__Work instructions__.
The lines to be copied are those below that contain "pushLine".

__Exercise materials__.
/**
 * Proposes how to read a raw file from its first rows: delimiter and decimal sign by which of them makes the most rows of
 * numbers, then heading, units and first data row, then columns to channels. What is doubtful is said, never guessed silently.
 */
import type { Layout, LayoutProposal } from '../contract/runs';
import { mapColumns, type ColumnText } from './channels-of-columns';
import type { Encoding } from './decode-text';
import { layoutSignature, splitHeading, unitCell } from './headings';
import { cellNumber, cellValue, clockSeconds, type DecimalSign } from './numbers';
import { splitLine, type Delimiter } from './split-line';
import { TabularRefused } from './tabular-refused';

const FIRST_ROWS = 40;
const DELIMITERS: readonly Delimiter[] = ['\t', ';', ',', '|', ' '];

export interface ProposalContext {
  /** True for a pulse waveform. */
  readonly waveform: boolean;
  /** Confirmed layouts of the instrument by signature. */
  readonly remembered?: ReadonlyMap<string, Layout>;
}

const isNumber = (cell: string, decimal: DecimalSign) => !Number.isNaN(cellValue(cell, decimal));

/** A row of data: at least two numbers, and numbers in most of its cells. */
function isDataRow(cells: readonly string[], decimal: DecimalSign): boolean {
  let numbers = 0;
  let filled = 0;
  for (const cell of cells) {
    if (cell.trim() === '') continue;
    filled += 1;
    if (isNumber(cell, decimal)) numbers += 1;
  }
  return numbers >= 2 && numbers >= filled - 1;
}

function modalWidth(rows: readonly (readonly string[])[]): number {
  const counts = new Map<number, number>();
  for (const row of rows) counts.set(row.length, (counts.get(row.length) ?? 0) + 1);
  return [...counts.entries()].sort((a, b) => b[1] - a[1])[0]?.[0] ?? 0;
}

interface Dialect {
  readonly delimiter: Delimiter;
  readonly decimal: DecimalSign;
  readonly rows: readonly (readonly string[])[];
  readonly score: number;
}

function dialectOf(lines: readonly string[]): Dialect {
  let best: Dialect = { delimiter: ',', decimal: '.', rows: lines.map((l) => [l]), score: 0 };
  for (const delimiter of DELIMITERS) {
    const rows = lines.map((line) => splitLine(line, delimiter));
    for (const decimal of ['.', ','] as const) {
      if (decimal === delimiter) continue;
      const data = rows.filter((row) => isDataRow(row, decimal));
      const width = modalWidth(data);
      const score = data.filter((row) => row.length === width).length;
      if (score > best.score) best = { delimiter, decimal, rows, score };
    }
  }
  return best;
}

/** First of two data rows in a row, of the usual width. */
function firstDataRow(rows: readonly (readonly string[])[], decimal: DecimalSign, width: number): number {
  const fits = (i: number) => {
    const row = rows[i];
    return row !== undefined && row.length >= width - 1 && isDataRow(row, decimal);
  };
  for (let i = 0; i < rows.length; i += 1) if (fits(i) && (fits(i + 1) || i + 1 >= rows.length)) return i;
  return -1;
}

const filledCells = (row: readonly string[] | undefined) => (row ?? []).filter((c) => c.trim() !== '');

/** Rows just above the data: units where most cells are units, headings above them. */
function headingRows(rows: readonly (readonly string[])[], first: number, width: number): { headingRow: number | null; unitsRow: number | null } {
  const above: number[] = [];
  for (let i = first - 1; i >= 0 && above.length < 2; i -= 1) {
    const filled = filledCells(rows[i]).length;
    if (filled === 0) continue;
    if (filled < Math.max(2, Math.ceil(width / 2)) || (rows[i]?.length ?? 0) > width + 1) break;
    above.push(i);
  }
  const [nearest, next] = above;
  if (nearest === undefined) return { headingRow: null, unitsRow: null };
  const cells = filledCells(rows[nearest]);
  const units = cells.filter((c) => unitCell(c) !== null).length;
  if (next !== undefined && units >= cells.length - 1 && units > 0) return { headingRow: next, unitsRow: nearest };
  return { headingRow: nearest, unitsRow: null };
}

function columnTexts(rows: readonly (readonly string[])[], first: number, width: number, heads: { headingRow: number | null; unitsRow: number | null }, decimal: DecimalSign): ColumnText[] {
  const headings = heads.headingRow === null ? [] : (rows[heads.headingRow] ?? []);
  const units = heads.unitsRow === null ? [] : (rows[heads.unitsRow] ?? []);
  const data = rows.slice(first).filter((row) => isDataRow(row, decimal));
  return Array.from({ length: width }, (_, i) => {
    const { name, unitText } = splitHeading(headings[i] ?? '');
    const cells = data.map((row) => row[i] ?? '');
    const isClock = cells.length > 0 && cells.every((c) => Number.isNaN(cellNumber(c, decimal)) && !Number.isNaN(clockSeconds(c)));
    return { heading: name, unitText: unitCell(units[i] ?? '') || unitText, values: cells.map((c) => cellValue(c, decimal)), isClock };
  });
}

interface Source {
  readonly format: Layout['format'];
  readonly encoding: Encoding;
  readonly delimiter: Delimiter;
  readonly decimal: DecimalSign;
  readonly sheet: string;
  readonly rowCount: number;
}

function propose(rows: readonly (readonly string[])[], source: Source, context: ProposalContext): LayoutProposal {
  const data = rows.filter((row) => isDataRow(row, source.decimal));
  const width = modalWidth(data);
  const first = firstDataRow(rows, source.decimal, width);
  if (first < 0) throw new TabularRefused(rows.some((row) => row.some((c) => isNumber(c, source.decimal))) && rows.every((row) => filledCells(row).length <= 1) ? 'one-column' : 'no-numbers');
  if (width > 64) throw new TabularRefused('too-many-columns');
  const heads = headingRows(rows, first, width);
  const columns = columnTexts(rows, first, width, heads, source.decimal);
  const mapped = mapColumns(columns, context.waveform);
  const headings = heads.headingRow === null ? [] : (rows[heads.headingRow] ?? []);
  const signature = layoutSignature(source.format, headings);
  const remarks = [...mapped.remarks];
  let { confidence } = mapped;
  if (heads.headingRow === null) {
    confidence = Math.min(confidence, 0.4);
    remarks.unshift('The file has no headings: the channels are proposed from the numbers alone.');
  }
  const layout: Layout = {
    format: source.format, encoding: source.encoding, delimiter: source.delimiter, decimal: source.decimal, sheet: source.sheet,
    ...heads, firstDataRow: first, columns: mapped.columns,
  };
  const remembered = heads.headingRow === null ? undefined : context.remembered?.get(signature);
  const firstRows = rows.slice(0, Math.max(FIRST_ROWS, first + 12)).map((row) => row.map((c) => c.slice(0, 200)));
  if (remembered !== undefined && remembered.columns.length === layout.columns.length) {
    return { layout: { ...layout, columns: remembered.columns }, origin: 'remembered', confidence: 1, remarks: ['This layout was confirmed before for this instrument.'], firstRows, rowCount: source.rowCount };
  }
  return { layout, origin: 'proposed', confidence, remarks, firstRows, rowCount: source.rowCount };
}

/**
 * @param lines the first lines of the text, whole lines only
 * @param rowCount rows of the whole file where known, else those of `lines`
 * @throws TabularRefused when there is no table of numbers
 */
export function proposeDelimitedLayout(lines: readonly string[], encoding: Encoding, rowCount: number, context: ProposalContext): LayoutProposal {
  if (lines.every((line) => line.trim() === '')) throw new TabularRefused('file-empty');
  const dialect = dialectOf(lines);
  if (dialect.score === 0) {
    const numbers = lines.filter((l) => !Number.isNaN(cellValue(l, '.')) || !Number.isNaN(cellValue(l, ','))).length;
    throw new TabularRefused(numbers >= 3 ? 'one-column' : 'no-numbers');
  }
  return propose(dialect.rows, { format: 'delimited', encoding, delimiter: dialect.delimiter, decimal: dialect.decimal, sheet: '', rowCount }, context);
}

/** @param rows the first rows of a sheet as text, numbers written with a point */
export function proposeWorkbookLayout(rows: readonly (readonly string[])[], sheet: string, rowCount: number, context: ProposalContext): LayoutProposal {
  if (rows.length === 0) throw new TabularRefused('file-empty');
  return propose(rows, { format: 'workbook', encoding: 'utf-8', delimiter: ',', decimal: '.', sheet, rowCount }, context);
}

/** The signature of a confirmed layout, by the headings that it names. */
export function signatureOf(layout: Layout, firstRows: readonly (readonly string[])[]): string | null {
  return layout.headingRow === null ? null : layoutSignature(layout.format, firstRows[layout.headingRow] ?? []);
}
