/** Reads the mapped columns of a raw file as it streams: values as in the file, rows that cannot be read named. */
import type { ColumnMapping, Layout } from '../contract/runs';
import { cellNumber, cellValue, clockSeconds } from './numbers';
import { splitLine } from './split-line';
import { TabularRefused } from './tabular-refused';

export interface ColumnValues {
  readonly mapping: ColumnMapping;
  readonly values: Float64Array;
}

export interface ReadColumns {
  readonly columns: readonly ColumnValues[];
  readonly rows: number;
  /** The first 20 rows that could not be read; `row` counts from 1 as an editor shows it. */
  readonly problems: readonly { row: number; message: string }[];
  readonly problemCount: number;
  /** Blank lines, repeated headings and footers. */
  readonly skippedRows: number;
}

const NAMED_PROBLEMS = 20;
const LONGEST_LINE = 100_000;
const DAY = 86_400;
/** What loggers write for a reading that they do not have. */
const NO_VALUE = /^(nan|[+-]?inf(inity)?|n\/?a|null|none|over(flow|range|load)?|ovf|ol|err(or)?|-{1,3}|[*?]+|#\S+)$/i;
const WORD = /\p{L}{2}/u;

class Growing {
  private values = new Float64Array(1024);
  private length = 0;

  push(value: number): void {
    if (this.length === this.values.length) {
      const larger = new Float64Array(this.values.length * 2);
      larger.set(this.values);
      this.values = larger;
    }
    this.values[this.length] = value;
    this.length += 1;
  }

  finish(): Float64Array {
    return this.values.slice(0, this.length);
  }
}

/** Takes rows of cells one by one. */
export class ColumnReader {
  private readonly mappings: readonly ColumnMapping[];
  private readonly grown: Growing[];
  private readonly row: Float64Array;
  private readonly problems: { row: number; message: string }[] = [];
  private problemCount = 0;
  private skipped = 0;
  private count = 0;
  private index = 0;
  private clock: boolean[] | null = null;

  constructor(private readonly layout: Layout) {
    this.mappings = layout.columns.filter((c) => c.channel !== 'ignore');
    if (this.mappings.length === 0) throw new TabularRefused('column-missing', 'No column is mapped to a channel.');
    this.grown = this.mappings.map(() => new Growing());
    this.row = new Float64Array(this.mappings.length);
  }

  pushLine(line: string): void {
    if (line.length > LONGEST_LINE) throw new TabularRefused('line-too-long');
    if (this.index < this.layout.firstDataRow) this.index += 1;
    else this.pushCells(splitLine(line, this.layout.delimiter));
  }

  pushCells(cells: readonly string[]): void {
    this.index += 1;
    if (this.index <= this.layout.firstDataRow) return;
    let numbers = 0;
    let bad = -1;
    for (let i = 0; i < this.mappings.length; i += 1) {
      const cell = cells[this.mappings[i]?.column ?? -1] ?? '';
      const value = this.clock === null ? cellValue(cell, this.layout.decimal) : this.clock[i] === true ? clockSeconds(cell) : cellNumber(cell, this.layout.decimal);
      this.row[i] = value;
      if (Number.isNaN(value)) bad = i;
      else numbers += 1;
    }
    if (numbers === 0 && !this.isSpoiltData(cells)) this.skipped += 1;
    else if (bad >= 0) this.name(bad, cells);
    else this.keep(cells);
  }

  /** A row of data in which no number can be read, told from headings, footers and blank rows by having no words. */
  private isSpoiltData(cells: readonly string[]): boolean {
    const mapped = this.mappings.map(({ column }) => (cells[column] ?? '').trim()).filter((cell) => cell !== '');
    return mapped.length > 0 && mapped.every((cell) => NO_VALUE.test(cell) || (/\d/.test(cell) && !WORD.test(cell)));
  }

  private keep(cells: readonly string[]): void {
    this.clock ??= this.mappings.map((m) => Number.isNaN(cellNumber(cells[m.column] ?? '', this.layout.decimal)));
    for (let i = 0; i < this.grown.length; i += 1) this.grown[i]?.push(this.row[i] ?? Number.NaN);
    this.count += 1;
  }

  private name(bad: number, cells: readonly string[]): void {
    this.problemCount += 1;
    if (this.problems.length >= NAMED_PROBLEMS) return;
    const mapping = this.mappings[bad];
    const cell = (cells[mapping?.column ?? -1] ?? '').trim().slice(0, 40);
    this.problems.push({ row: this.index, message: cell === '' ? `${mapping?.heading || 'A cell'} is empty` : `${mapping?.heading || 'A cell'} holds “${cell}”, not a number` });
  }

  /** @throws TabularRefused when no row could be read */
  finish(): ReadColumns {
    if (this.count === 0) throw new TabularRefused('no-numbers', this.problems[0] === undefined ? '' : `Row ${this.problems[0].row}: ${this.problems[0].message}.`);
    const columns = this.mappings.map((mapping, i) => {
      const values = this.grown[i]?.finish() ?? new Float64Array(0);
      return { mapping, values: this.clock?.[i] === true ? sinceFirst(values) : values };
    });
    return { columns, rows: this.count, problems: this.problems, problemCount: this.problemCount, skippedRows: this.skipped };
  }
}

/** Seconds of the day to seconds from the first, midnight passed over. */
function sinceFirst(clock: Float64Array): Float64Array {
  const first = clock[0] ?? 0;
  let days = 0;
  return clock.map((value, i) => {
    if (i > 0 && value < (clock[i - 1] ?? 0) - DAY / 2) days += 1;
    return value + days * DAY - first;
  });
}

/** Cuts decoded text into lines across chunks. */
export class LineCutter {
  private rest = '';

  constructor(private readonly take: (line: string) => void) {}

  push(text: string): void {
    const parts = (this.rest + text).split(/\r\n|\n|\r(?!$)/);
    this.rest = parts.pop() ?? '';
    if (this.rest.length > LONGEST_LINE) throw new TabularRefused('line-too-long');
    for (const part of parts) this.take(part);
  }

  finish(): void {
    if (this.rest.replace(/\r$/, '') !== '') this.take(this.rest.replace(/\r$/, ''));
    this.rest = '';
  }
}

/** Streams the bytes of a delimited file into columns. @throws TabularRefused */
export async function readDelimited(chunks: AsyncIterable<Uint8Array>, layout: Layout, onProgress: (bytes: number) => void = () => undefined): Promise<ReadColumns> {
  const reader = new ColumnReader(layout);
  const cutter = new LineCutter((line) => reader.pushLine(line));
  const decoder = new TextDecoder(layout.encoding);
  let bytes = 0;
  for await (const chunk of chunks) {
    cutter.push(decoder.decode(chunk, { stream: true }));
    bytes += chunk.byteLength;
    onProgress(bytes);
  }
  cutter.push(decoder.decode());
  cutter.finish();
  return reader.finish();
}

__Answer to this exercise__.
  pushLine(line: string): void {
  const cutter = new LineCutter((line) => reader.pushLine(line));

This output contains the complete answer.